__BRIEF__: Produce a verbatim transcription of the records below, beginning at the line containing "await verb(curator, 'publish');" and ending at the final line; include only those lines.

__Data excerpts__:
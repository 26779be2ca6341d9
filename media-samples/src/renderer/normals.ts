import type { Sheet } from './scene';

/** A sheet turned to face the camera: places and directions off the cloth in the camera's own space. */
export interface Seen {
  sheet: Sheet;
  place: Float32Array;
  normal: Float32Array;
  key: Float32Array;
  fill: Float32Array;
}

function turned(sheet: Sheet, yaw: number): Float32Array {
  const c = Math.cos(yaw);
  const s = Math.sin(yaw);
  const { place } = sheet;
  const out = new Float32Array(place.length);
  for (let k = 0; k < place.length; k += 3) {
    const x = place[k]!;
    const z = place[k + 2]!;
    out[k] = x * c + z * s;
    out[k + 1] = place[k + 1]!;
    out[k + 2] = z * c - x * s;
  }
  return out;
}

function crossNormals(sheet: Sheet, w: Float32Array): Float32Array {
  const { across, along, closed } = sheet;
  const normal = new Float32Array(w.length);
  for (let j = 0; j < along; j++) {
    const up = Math.max(0, j - 1) * across;
    const down = Math.min(along - 1, j + 1) * across;
    for (let i = 0; i < across; i++) {
      const left = (j * across + (i > 0 ? i - 1 : closed ? across - 1 : 0)) * 3;
      const right = (j * across + (i < across - 1 ? i + 1 : closed ? 0 : i)) * 3;
      const a = (up + i) * 3;
      const b = (down + i) * 3;
      const ux = w[right]! - w[left]!;
      const uy = w[right + 1]! - w[left + 1]!;
      const uz = w[right + 2]! - w[left + 2]!;
      const vx = w[b]! - w[a]!;
      const vy = w[b + 1]! - w[a + 1]!;
      const vz = w[b + 2]! - w[a + 2]!;
      const nx = uy * vz - uz * vy;
      const ny = uz * vx - ux * vz;
      const nz = ux * vy - uy * vx;
      const length = Math.sqrt(nx * nx + ny * ny + nz * nz);
      const k = (j * across + i) * 3;
      // Where a sheet closes to a point there is no direction; straight up is as good as any.
      normal[k] = length > 1e-12 ? nx / length : 0;
      normal[k + 1] = length > 1e-12 ? ny / length : 1;
      normal[k + 2] = length > 1e-12 ? nz / length : 0;
    }
  }
  return normal;
}

/** +1 if the normals mostly look away from the middle of the sheet, else -1. */
function outwardness(w: Float32Array, normal: Float32Array): number {
  const middle = [0, 0, 0];
  for (let k = 0; k < w.length; k += 3) for (let a = 0; a < 3; a++) middle[a]! += (w[k + a]! * 3) / w.length;
  let sum = 0;
  for (let k = 0; k < w.length; k += 3)
    for (let a = 0; a < 3; a++) sum += normal[k + a]! * (w[k + a]! - middle[a]!);
  return sum < 0 ? -1 : 1;
}

/**
 * Turns each normal to the side the camera sees. A normal that looks only a little away belongs to the edge of the
 * form and is bent level with the picture instead: turning it round would draw a ragged edge.
 */
function faceCamera(normal: Float32Array, sign: number, sinPitch: number, cosPitch: number): void {
  for (let k = 0; k < normal.length; k += 3) {
    let nx = normal[k]! * sign;
    let ny = normal[k + 1]! * sign;
    let nz = normal[k + 2]! * sign;
    const towards = ny * sinPitch + nz * cosPitch;
    if (towards < -0.3) {
      nx = -nx;
      ny = -ny;
      nz = -nz;
    } else if (towards < 0.02) {
      ny -= (towards - 0.02) * sinPitch;
      nz -= (towards - 0.02) * cosPitch;
      const length = Math.sqrt(nx * nx + ny * ny + nz * nz) || 1;
      nx /= length;
      ny /= length;
      nz /= length;
    }
    normal[k] = nx;
    normal[k + 1] = ny;
    normal[k + 2] = nz;
  }
}

export function see(sheet: Sheet, yaw: number, pitch: number): Seen {
  const place = turned(sheet, yaw);
  const normal = crossNormals(sheet, place);
  faceCamera(normal, sheet.facing || outwardness(place, normal), Math.sin(pitch), Math.cos(pitch));
  const points = place.length / 3;
  return { sheet, place, normal, key: new Float32Array(points), fill: new Float32Array(points) };
}
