import { emptyCutSheet } from '@ellwand/shared/cut-sheet/keep-lengths';
import type { CutSheet } from '@ellwand/shared/records/cut-sheet';
import type { Garment } from '@ellwand/shared/records/garment';
import type { PublishedGarment } from '@ellwand/shared/records/published-garment';
import type { Change } from '@ellwand/shared/records/publishing';
import type { SheetFindings } from '@ellwand/shared/records/sheet';
import { piece, typedCutSheet } from '@ellwand/shared/testing/sample-cut-sheets';
import { type Agent, type House, openHouse } from './harness/house';
import type { TestPerson } from './harness/people';
import { PictureRoom } from './pictures/picture-room';
import { honestJpeg } from './pictures/test-pictures';
import { factsWith, makeDress, openSheet, soundSheet } from './support/garments';

/** Two panels of 204 and one of 206 at a waist that the sound sheet reads as 612. */
const threePanels = typedCutSheet({
  pieces: [
    piece('Front', { count: 2, widths: { waist: '204', hem: '310' } }),
    piece('Back', { onFold: true, grain: 'straight', widths: { waist: '206', hem: '420' } }),
  ],
  neck: { backWidth: { typed: '5 3/8', unit: 'in' } },
  innerNote: 'PRIVATE ask whether the back was let out',
  note: 'The fronts are cut with the stripe upright.',
});

describe('the cut sheet of a part', () => {
  let house: House;
  let odile: TestPerson;
  let ines: TestPerson;
  let recorder: Agent;
  let other: Agent;
  let dress: Garment;

  beforeAll(async () => {
    house = await openHouse();
  });
  afterAll(() => house.close());
  beforeEach(async () => {
    await house.empty();
    odile = await house.person('recorder', 'Odile Marsh');
    ines = await house.person('recorder', 'Ines Thorne');
    recorder = await house.signInAs(odile);
    other = await house.signInAs(ines);
    dress = await makeDress(recorder);
  });

  const partId = (index = 0) => dress.parts[index]?.id ?? '';
  const path = (index = 0) => `/api/v1/workroom/parts/${partId(index)}/cut-sheet`;
  const write = (seen: number, sheet: object = threePanels, who = recorder) =>
    who.put(path()).set('If-Match', `"${seen}"`).send(sheet);
  const now = async () => (await recorder.get(path())).body as CutSheet;
  const garment = async () => (await recorder.get(`/api/v1/workroom/garments/${dress.id}`)).body as Garment;
  async function verb(who: Agent, name: string) {
    const { version } = await garment();
    return who.post(`/api/v1/workroom/garments/${dress.id}/${name}`).set('If-Match', `"${version}"`);
  }
  async function measure(index: number): Promise<void> {
    const sheet = await openSheet(recorder, partId(index), factsWith(odile, ines));
    const room = `/api/v1/workroom/sheets/${sheet.id}`;
    const sent = await recorder.post(`${room}/readings`).send({ readings: soundSheet(sheet, odile.id) });
    await recorder.post(`${room}/complete`).set('If-Match', `"${sent.body.sheetVersion}"`);
  }

  it('is an empty one at version 0 before anybody writes', async () => {
    expect(await now()).toEqual({
      partId: partId(),
      version: 0,
      body: emptyCutSheet,
      rounds: [],
      updatedAt: null,
      updatedBy: null,
    });
    const nowhere = await recorder.get(`/api/v1/workroom/parts/${dress.id}/cut-sheet`);
    expect(nowhere.body).toMatchObject({ status: 404, code: 'part.unknown' });
  });

  it('gives the measuring sheet the sum of its panels', async () => {
    await write(0);
    const sheet = await openSheet(recorder, partId(), factsWith(odile, ines));
    const { derived } = (await recorder.get(`/api/v1/workroom/sheets/${sheet.id}/findings`))
      .body as SheetFindings;
    expect(derived).toMatchObject([
      { id: 'sum-of-panels:waist', valueMm: '614', worked: '204 mm + 204 mm + 206 mm = 614 mm' },
      { id: 'sum-of-panels:hem', valueMm: '1040' },
    ]);
  });

  it('keeps what was typed beside its exact millimetres, and leaves the record’s version alone', async () => {
    const before = (await garment()).version;
    const answer = await write(0);
    expect(answer.headers.etag).toBe('"1"');
    expect(answer.body).toMatchObject({ version: 1, updatedBy: 'Odile Marsh' });
    const { body } = await now();
    // 5 3/8 in = 136.525 mm exactly: international yard and pound agreement, 1959.
    expect(body.neck).toEqual({
      frontWidth: null,
      frontDepth: null,
      backWidth: { typed: '5 3/8', unit: 'in', mm: '136.525' },
      backDepth: null,
    });
    expect(body.pieces[0]?.widths).toMatchObject({ bust: null, waist: { typed: '204', mm: '204' } });
    expect((await garment()).version).toBe(before);
  });

  it('shows the rounds that were read on the part’s sheet', async () => {
    await measure(0);
    expect((await now()).rounds).toEqual([
      { level: 'bust', label: 'Bust or chest', valueMm: '872' },
      { level: 'waist', label: 'Waist', valueMm: '612' },
    ]);
  });

  it('tells a second writer who wrote in between, and keeps the first one’s words', async () => {
    await write(0);
    const mine = { ...threePanels, note: 'The stripe runs slantwise.' };
    expect((await write(0, mine, other)).body).toMatchObject({
      status: 412,
      code: 'version.stale',
      current: 1,
      changedBy: 'Odile Marsh',
    });
    expect((await now()).body.note).toBe(threePanels.note);
    expect((await write(1, mine, other)).body).toMatchObject({ version: 2, updatedBy: 'Ines Thorne' });
    expect((await recorder.put(path()).send(mine)).status).toBe(428);
  });

  it('lets one of several write at once, whoever they are', async () => {
    const answers = await Promise.all(
      [1, 2, 3, 4].map((each) =>
        write(0, { ...threePanels, note: `Note ${each}` }, each % 2 ? recorder : other),
      ),
    );
    expect(answers.map(({ status }) => status).sort()).toEqual([200, 412, 412, 412]);
    expect((await now()).version).toBe(1);
  });

  it('changes nothing when the same is sent again after a lost answer', async () => {
    await write(0);
    const again = await write(0);
    expect(again.body).toMatchObject({ version: 1 });
    const trail = await house.owner.source.query(
      `SELECT summary, facts FROM ellwand_audit.entry WHERE subject_id = ?`,
      [partId()],
    );
    expect(trail).toHaveLength(1);
    expect(trail[0].summary).toBe('Odile Marsh wrote the cut sheet of Bodice');
    expect(JSON.stringify(trail)).not.toContain('PRIVATE');
  });

  it('says at the field what cannot be kept', async () => {
    const sheet = typedCutSheet({ pieces: [piece('Front', { widths: { waist: '20b' } })] });
    const answer = await write(0, sheet);
    expect(answer.body).toMatchObject({
      status: 400,
      errors: [{ pointer: '/pieces/0/widths/waist', detail: expect.stringContaining('“b” is not a unit') }],
    });
  });

  it('takes a pattern from this garment’s pictures alone, with marks that lie on it', async () => {
    const room = await PictureRoom.open(house);
    const sent = await room.send(await honestJpeg(400, 300));
    const strange = sent.body.id as string;
    const mine = (
      await recorder
        .post(`/api/v1/workroom/garments/${dress.id}/images`)
        .field('view', 'pattern')
        .attach('file', await honestJpeg(400, 300), 'pattern.jpg')
    ).body.id as string;
    const withPattern = (imageId: string, x: number) =>
      typedCutSheet({
        pattern: {
          imageId,
          marks: { from: { x: 0, y: 0 }, to: { x, y: 0 } },
          distance: { typed: '100', unit: 'mm' },
          pairs: [],
        },
      });
    expect((await write(0, withPattern(strange, 200))).body).toMatchObject({
      status: 400,
      errors: [{ pointer: '/pattern/imageId' }],
    });
    expect((await write(0, withPattern(mine, 401))).body).toMatchObject({
      status: 400,
      errors: [{ pointer: '/pattern/marks/to', detail: 'The picture is 400 × 300 pixels' }],
    });
    expect((await write(0, withPattern(mine, 400))).status).toBe(200);
    await room.made();
  });

  it('keeps its part from being taken away, while there is anything on it', async () => {
    const remove = async () => {
      const { version } = await garment();
      return recorder.delete(`/api/v1/workroom/parts/${partId()}`).set('If-Match', `"${version}"`);
    };
    await write(0);
    expect((await remove()).body).toMatchObject({ status: 409, code: 'part.cut-sheet' });
    await write(1, typedCutSheet());
    expect((await remove()).status).toBe(200);
  });

  it('counts as a hand in the garment, is locked in review, and makes a draft beside a public version', async () => {
    for (const index of [0, 1]) await measure(index);
    const both = await house.signInAs(await house.person(['recorder', 'curator'], 'Tam Okoye'));
    const curator = await house.signInAs(await house.person('curator', 'Hal Brandreth'));
    await write(0, threePanels, both);
    await verb(recorder, 'submit');
    expect((await verb(both, 'approve')).body).toMatchObject({ status: 403, code: 'review.own-edit' });
    expect((await write(1, typedCutSheet())).body).toMatchObject({ status: 409, code: 'record.locked' });
    await verb(curator, 'approve');
    await verb(curator, 'publish');
    await write(1, { ...threePanels, neck: {} });
    expect(await garment()).toMatchObject({ stage: 'draft', isPublic: true });
  });

  it('is public once it is published, without its inner note, and each change is told field by field', async () => {
    for (const index of [0, 1]) await measure(index);
    const curator = await house.signInAs(await house.person('curator', 'Hal Brandreth'));
    await write(0);
    for (const step of ['submit', 'approve', 'publish'])
      await verb(step === 'submit' ? recorder : curator, step);
    const shown = await house.visitor().get('/api/v1/catalogue/garments/lh-1966-30');
    const [bodice, skirt] = (shown.body as PublishedGarment).parts;
    expect(shown.text).not.toContain('PRIVATE');
    expect(skirt?.cutSheet).toBeNull();
    expect(bodice?.cutSheet).toMatchObject({
      note: 'The fronts are cut with the stripe upright.',
      neck: { backWidth: '136.525' },
      sums: [
        { level: 'waist', panels: 3, sumMm: '614', read: { label: 'Waist', valueMm: '612' } },
        { level: 'hem', panels: 3, sumMm: '1040', read: null },
      ],
    });
    await write(1, {
      ...threePanels,
      pieces: threePanels.pieces.slice(0, 1),
      neck: {},
      innerNote: 'PRIVATE 2',
    });
    const review = await curator.get(`/api/v1/workroom/garments/${dress.id}/review`);
    const changes = (review.body.changes as Change[]).map(({ kind, label }) => `${kind} ${label}`);
    expect(changes).toEqual([
      'removed Piece Back, cut (Bodice)',
      'removed Piece Back, grain (Bodice)',
      'removed Piece Back, layer (Bodice)',
      'removed Piece Back, waist width (Bodice)',
      'removed Piece Back, hem width (Bodice)',
      'removed Neck width, back (Bodice)',
    ]);
  });
});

__RESPONSE TO THE EXERCISE__:
    await verb(curator, 'publish');
    await write(1, { ...threePanels, neck: {} });
    expect(await garment()).toMatchObject({ stage: 'draft', isPublic: true });
  });

  it('is public once it is published, without its inner note, and each change is told field by field', async () => {
    for (const index of [0, 1]) await measure(index);
    const curator = await house.signInAs(await house.person('curator', 'Hal Brandreth'));
    await write(0);
    for (const step of ['submit', 'approve', 'publish'])
      await verb(step === 'submit' ? recorder : curator, step);
    const shown = await house.visitor().get('/api/v1/catalogue/garments/lh-1966-30');
    const [bodice, skirt] = (shown.body as PublishedGarment).parts;
    expect(shown.text).not.toContain('PRIVATE');
    expect(skirt?.cutSheet).toBeNull();
    expect(bodice?.cutSheet).toMatchObject({
      note: 'The fronts are cut with the stripe upright.',
      neck: { backWidth: '136.525' },
      sums: [
        { level: 'waist', panels: 3, sumMm: '614', read: { label: 'Waist', valueMm: '612' } },
        { level: 'hem', panels: 3, sumMm: '1040', read: null },
      ],
    });
    await write(1, {
      ...threePanels,
      pieces: threePanels.pieces.slice(0, 1),
      neck: {},
      innerNote: 'PRIVATE 2',
    });
    const review = await curator.get(`/api/v1/workroom/garments/${dress.id}/review`);
    const changes = (review.body.changes as Change[]).map(({ kind, label }) => `${kind} ${label}`);
    expect(changes).toEqual([
      'removed Piece Back, cut (Bodice)',
      'removed Piece Back, grain (Bodice)',
      'removed Piece Back, layer (Bodice)',
      'removed Piece Back, waist width (Bodice)',
      'removed Piece Back, hem width (Bodice)',
      'removed Neck width, back (Bodice)',
    ]);
  });
});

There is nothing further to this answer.